My late father-in-law was, next to my own father, the greatest man I have ever known. He grew up poor in a barrio in Orange, the son of migrant farm workers. He actually attended a segregated school for most of elementary school (one of his older sisters was a witness for the plaintiffs in Mendez v. Westminster). He served his country in the Army, worked hard and raised a family. He was a staunch union man and who saved and lived the American Dream in the same barrio where he grew up. I never heard him indulge in self-pity or “This happened to me because I’m Mexican” complaining.  He was a man of joy.

The point is there are plenty of ways to “read” things like the Anaheim City Council’s seating arrangements. One can be reasonable and grown-up and see it for what it plainly is: one of the political consequences of winning (or losing) an election.

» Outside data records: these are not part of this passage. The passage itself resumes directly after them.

"""The rank pass in plain NumPy, for portfolios small enough that compiling the Numba kernels of
:mod:`ratescape.decide.rank_kernel` would cost more than it saves (issue 16, part 3: a first run
compiles only what it needs).

Each function computes exactly what its compiled counterpart computes, with the same floating
operations in the same order (sequential sums as ``np.cumsum``, never NumPy's pairwise ``sum``),
so the two agree bit for bit; the tests compare them on ties, NaN, signed zeros and infinities.
"""
from __future__ import annotations

import numpy as np


def sort_keys(values) -> np.ndarray:
    """Ascending sort key of each value: -v, NaN -> +inf, -0.0 -> 0.0 (the compiled ``_key``)."""
    keys = np.negative(values)
    keys[np.isnan(values)] = np.inf
    keys[keys == 0.0] = 0.0
    return keys


def competition_ranks(keys):
    """Stable order (B, P) of each row's keys, the first place (0-based) of each sorted position's
    tie group, and the positions that start a group."""
    B, P = keys.shape
    order = np.argsort(keys, axis=1, kind="stable")
    sorted_keys = np.take_along_axis(keys, order, axis=1)
    new = np.ones((B, P), dtype=bool)
    new[:, 1:] = sorted_keys[:, 1:] != sorted_keys[:, :-1]
    start = np.where(new, np.arange(P), 0)
    np.maximum.accumulate(start, axis=1, out=start)
    return order, start, new


def _sequential_sum(x):
    """Sum along the last axis adding left to right, as a compiled loop does."""
    return np.cumsum(x, axis=-1)[..., -1] if x.shape[-1] else np.zeros(x.shape[:-1])


def rank_rows_numpy(values, base_mean, valid, ranks, rho, acc_min, acc_max, acc_top, acc_nan, top_k):
    """The NumPy form of ``rank_kernel._unpack`` after the packed sort: competition ranks into
    ``ranks`` (B, P), Spearman's rho into ``rho`` (B,) when ``base_mean`` has P entries, and the
    running tallies when ``acc_min`` has P entries (see :func:`ratescape.decide.rank_kernel.rank_rows`).

    Ties are ordered by project (a stable sort of the keys), the order in which the compiled
    kernel sums the tie corrections of Spearman's average places. (C. Spearman, "The proof and
    measurement of association between two things", American Journal of Psychology 15(1), 1904,
    pp. 72-101: Pearson's correlation of ranks.)
    """
    B, P = values.shape
    keys = sort_keys(values)
    order, start, new = competition_ranks(keys)
    np.put_along_axis(ranks, order, (start + 1).astype(np.uint32), axis=1)
    if acc_min.size == P:
        np.minimum(acc_min, ranks.min(axis=0), out=acc_min)
        np.maximum(acc_max, ranks.max(axis=0), out=acc_max)
        acc_top += (ranks <= top_k).sum(axis=0)
        acc_nan |= (keys == np.inf).any(axis=0)
    rho[:] = np.nan
    if base_mean.size != P:
        return
    n = float(np.count_nonzero(valid))
    if n < 2.0:
        return
    # the sums over valid projects in project order, then the tie corrections in sorted order
    x = ranks.astype(float)
    zero = 0.0
    sx = _sequential_sum(np.where(valid, x, zero))
    sy = _sequential_sum(np.where(valid, base_mean, zero))
    sxx = _sequential_sum(np.where(valid, x * x, zero))
    syy = _sequential_sum(np.where(valid, base_mean * base_mean, zero))
    sxy = _sequential_sum(np.where(valid, x * base_mean, zero))
    last = np.ones((B, P), dtype=bool)                      # the last sorted place of each tie group
    last[:, :-1] = new[:, 1:]
    end = np.where(last, np.arange(P), P - 1)
    end = np.minimum.accumulate(end[:, ::-1], axis=1)[:, ::-1]
    shift = (end - start) / 2.0                             # average place - smallest place
    tied = (shift > 0.0) & valid[order]
    first = start + 1.0
    cx = _sequential_sum(np.where(tied, shift, zero))
    cxx = _sequential_sum(np.where(tied, (first + shift) * (first + shift) - first * first, zero))
    cxy = _sequential_sum(np.where(tied, shift * base_mean[order], zero))
    sx = sx + cx
    sxx = sxx + cxx
    sxy = sxy + cxy
    cxx_ = sxx - sx * sx / n
    cyy = syy - sy * sy / n
    ok = (cxx_ > 0.0) & (cyy > 0.0)
    with np.errstate(invalid="ignore", divide="ignore"):
        r = (sxy - sx * sy / n) / np.sqrt(cxx_ * cyy)
    rho[ok] = np.minimum(1.0, np.maximum(-1.0, r[ok]))


# pairs compared at once by the tau-b count (rows x pairs a block)
_PAIR_CELLS = 2_000_000


def _tied_pairs_sorted(y):
    """Pairs of equal values in each row of y (B, n): sum of t (t - 1) / 2 over runs of ties."""
    B, n = y.shape
    s = np.sort(y, axis=1)
    new = np.ones((B, n), dtype=bool)
    new[:, 1:] = s[:, 1:] != s[:, :-1]
    start = np.where(new, np.arange(n), 0)
    np.maximum.accumulate(start, axis=1, out=start)
    return (np.arange(n) - start).sum(axis=1, dtype=np.int64)     # each value: the equal ones before it


def tau_numpy(values, order, group_start, n_valid, base_tied_pairs):
    """Kendall's tau-b (B,) of each row of ``values`` against the base ordering given by ``order``,
    ``group_start``, ``n_valid``, ``base_tied_pairs`` (a :class:`ratescape.decide.rank_kernel.BaseOrdering`),
    from the compiled merge sort's counts, found here directly: pairs tied in the scenario (runs of
    a sorted row), pairs tied in both (pairs within a base group) and discordant pairs (pairs of
    different base groups whose scenario values are in the other order: O(B n^2) comparisons for
    n valid projects), hence the same tau. (Kendall, Biometrika 1945, tau-b; see
    :mod:`ratescape.decide.rank_kernel`.)"""
    B = values.shape[0]
    n = int(n_valid)
    tau = np.full(B, np.nan)
    n0 = n * (n - 1) // 2
    if n < 2 or B == 0:
        return tau
    y = values[:, order[:n]]                                       # base order
    y = np.where(np.isnan(y), np.inf, -y)
    sizes = np.diff(group_start)
    group = np.repeat(np.arange(sizes.size), sizes)[:n]
    i, j = np.triu_indices(n, 1)
    apart = group[i] < group[j]
    i_apart, j_apart = i[apart], j[apart]                          # base strictly ordered: i before j
    i_same, j_same = i[~apart], j[~apart]                          # tied in the base
    scenario_tied = _tied_pairs_sorted(y)
    both_tied = np.zeros(B, dtype=np.int64)
    discordant = np.zeros(B, dtype=np.int64)
    step = max(1, _PAIR_CELLS // max(1, i_apart.size))
    for a in range(0, B, step):
        yb = y[a:a + step]
        discordant[a:a + step] = np.count_nonzero(yb[:, i_apart] > yb[:, j_apart], axis=1)
        if i_same.size:
            both_tied[a:a + step] = np.count_nonzero(yb[:, i_same] == yb[:, j_same], axis=1)
    denom = float(n0 - base_tied_pairs) * (n0 - scenario_tied).astype(float)
    num = (n0 - base_tied_pairs - scenario_tied + both_tied - 2 * discordant).astype(float)
    good = denom > 0.0
    tau[good] = num[good] / np.sqrt(denom[good])
    return tau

Or one can engage in whiny, unthinking identity politics and mewl about being the victim of imaginary racism.

Most Americans, of all political, socioeconomic and ethnics are tired of politicians who resort to politically-correct race card playing the way Barnes and Moreno did last week. They understand it is false and serves to chill free and reasonable political discourse.

Hopefully Barnes will, in the future, find a way to manage episodes of frustration without flaying the innocent as racists. As for Moreno: this is how he sees the world. This is the sort of politics he practices. It just doesn’t always emerge in such a bald fashion.